Roads and schools have their merits, but they don’t add significantly to the productive capacity of the economy. You don’t end up with new technologies or new product lines.

Support for small businesses can also be good and necessary. But the problem, as Robert Skidelsky and Felix Martin point out in this piece for the FT, is that small businesses aren’t queuing up to take extra risks:

‘…borrowing is shrinking for two reasons: over-indebted households and companies do not want to borrow at any interest rate. Among those that are not over-indebted, confidence is shattered – uncertainty is so high that few want to put capital at risk.’

Meanwhile at the bottom of the heap, the Future Jobs Fund, which provided some real opportunities for people to learn practical skills working with voluntary organisations at the sharp end of society, is being replaced by a ‘youth contract’ managed by the same bloated Work Programme contractors that have ridden the DWP gravy train with such panache in the past. You wouldn’t have to be much of a cynic to suggest that their interests are best served by maintaining a steady supply of unemployed youngsters, just as the interests of the companies where they place unemployed people are served by a steady stream of cheap or free labour.

Even if George Osborne’s billions keep GDP positive, ordinary people are unlikely to feel the benefits. As living standards are squeezed, wages fall and Vince Cable cuts employment rights, we appear to be on a path towards a Grapes of Wrath economy where the price of a happy business elite is increasing hardship on the streets. As the Resolution Foundation recently found, even in the good times the living standards of the bottom half hardly improved: trickle-down didn’t work then, and won’t when times are tough.

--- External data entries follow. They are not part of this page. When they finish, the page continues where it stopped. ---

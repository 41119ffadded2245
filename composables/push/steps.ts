import type { PushState } from '#shared/words/call-settings'

/** How things stand, and the server's own sentence when it refused. */
export interface PushOutcome { state: PushState, message: string | null }

/** What of a browser the steps need; `register` gives null with the reason why there is no worker. */
export interface BrowserParts {
  hasPush: boolean
  permission: () => NotificationPermission
  askPermission: () => Promise<NotificationPermission>
  register: () => Promise<{ registration: PushRegistration } | { state: 'needs https' | 'not supported' | 'no service worker' }>
}

export interface PushRegistration {
  pushManager: {
    getSubscription: () => Promise<MadeSubscription | null>
    subscribe: (options: { userVisibleOnly: true, applicationServerKey: Uint8Array<ArrayBuffer> }) => Promise<MadeSubscription>
  }
}

export interface MadeSubscription {
  endpoint: string
  options?: { applicationServerKey: ArrayBuffer | null }
  toJSON: () => object
  unsubscribe: () => Promise<boolean>
}

/** The studio's side. Each rejects with an Error that carries `refusal` when the server said no. */
export interface PushServer {
  key: () => Promise<string>
  list: () => Promise<{ id: number, endpoint: string }[]>
  save: (subscription: object) => Promise<unknown>
  end: (id: number) => Promise<unknown>
}

/** The server said no, in a sentence. */
export class ServerRefusal extends Error {}

const is = (state: PushState, message: string | null = null): PushOutcome => ({ state, message })

const failed = (error: unknown) => error instanceof ServerRefusal ? is('server refused', error.message) : is('server not reached')

/** A key of URL-safe base64 as the bytes a browser wants. */
export function keyBytes(key: string): Uint8Array<ArrayBuffer> {
  const text = atob(key.replaceAll('-', '+').replaceAll('_', '/'))
  return Uint8Array.from(text, letter => letter.charCodeAt(0))
}

const sameKey = (made: MadeSubscription, key: Uint8Array) => {
  const own = made.options?.applicationServerKey
  return !own || (own.byteLength === key.length && new Uint8Array(own).every((byte, index) => byte === key[index]))
}

async function find(browser: BrowserParts): Promise<PushOutcome | { registration: PushRegistration }> {
  const found = await browser.register()
  if ('state' in found) return is(found.state)
  return browser.hasPush ? found : is('not supported')
}

/**
 * The push address at which this browser is called; undefined when it is not, or cannot tell. Nothing is registered and nobody is asked.
 * @param workers the browser's service workers, where it has any
 */
export async function ownEndpoint(workers: { getRegistration: () => Promise<{ pushManager?: Pick<PushRegistration['pushManager'], 'getSubscription'> } | undefined> } | undefined): Promise<string | undefined> {
  try {
    const registration = await workers?.getRegistration()
    return (await registration?.pushManager?.getSubscription())?.endpoint
  }
  catch {
    return undefined
  }
}

/** How things stand now, without asking the person anything. */
export async function lookUp(browser: BrowserParts, server: PushServer): Promise<PushOutcome> {
  const found = await find(browser)
  if ('state' in found) return found
  if (browser.permission() === 'denied') return is('denied')
  const made = await found.registration.pushManager.getSubscription()
  if (!made) return is('not subscribed')
  try {
    return is((await server.list()).some(row => row.endpoint === made.endpoint) ? 'subscribed' : 'not subscribed')
  }
  catch (error) {
    return failed(error)
  }
}

/** Asks the browser, then tells the studio. A subscription made for other keys is replaced, since nothing could be sent to it. */
export async function subscribe(browser: BrowserParts, server: PushServer): Promise<PushOutcome> {
  const found = await find(browser)
  if ('state' in found) return found
  const permission = await browser.askPermission()
  if (permission !== 'granted') return is(permission === 'denied' ? 'denied' : 'dismissed')
  try {
    const key = keyBytes(await server.key())
    const made = await makeSubscription(found.registration, key)
    if (!made) return is('push service unreachable')
    await server.save(made.toJSON())
    return is('subscribed')
  }
  catch (error) {
    return failed(error)
  }
}

async function makeSubscription({ pushManager }: PushRegistration, key: Uint8Array<ArrayBuffer>): Promise<MadeSubscription | null> {
  try {
    const before = await pushManager.getSubscription()
    if (before && sameKey(before, key)) return before
    await before?.unsubscribe()
    return await pushManager.subscribe({ userVisibleOnly: true, applicationServerKey: key })
  }
  catch {
    return null
  }
}

/** Tells the studio first: a browser that is still called but no longer listens would only fail later. */
export async function unsubscribe(browser: BrowserParts, server: PushServer): Promise<PushOutcome> {
  const found = await find(browser)
  if ('state' in found) return found
  const made = await found.registration.pushManager.getSubscription()
  if (!made) return is('not subscribed')
  try {
    const row = (await server.list()).find(one => one.endpoint === made.endpoint)
    if (row) await server.end(row.id)
    await made.unsubscribe()
    return is('not subscribed')
  }
  catch (error) {
    return failed(error)
  }
}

So what should the Chancellor have done? Not another Brown-style stimulus of car scrappage schemes. Instead, he should have recognised that the economy that eventually emerges from years of stagnation will need to be very different. it must be fit for a changed world in which emerging countries are less willing to act as a cheap labour force servicing our lifestyles, and where resource pressures and climate change will be felt by all of us in ways we can’t fully predict.

Investing at risk in new technologies and business opportunities geared to creating a sustainable economy would have been a start, instead of resorting to the hackneyed bulldozers and concrete approach. Boosting the Green Investment Bank and university-based research and development would be a bonus. A national grid of top-up points for electric vehicles is something government could usefully provide to help prepare us for the future; community-owned high speed broadband and free wifi in all our cities and towns could create a business infrastructure that reduces the need for wasteful travel.

Subsidising installation of solar power would compensate for the removal of the current feed-n tariff and would make it affordable to those who don’t have thousands of pounds to spare, as well as reducing the demand for centralised energy production.

Most importantly, investment should be used to build practical skills among those who are already outside the labour market and who will not find their way back in with a few training courses, qualifications and benefit sanctions. These people need support to become more self-reliant, building skills that enable them to trade within their communities, and developing the confidence to make their own future. Removing the costs of policy failures will be far more effective in the long term than padding out the balance sheets of the big building firms.

We must ask the questions George Osborne (and most of his opponents) don’t: what kind of activity do we need in order to create a flourishing society, not just now but in 20 or 30 years’ time?

Or do we really think we will be happier, more able to reach our potential and better equipped to create a future for ourselves and our children with a few quarters of positive GDP and a few more miles of motorway?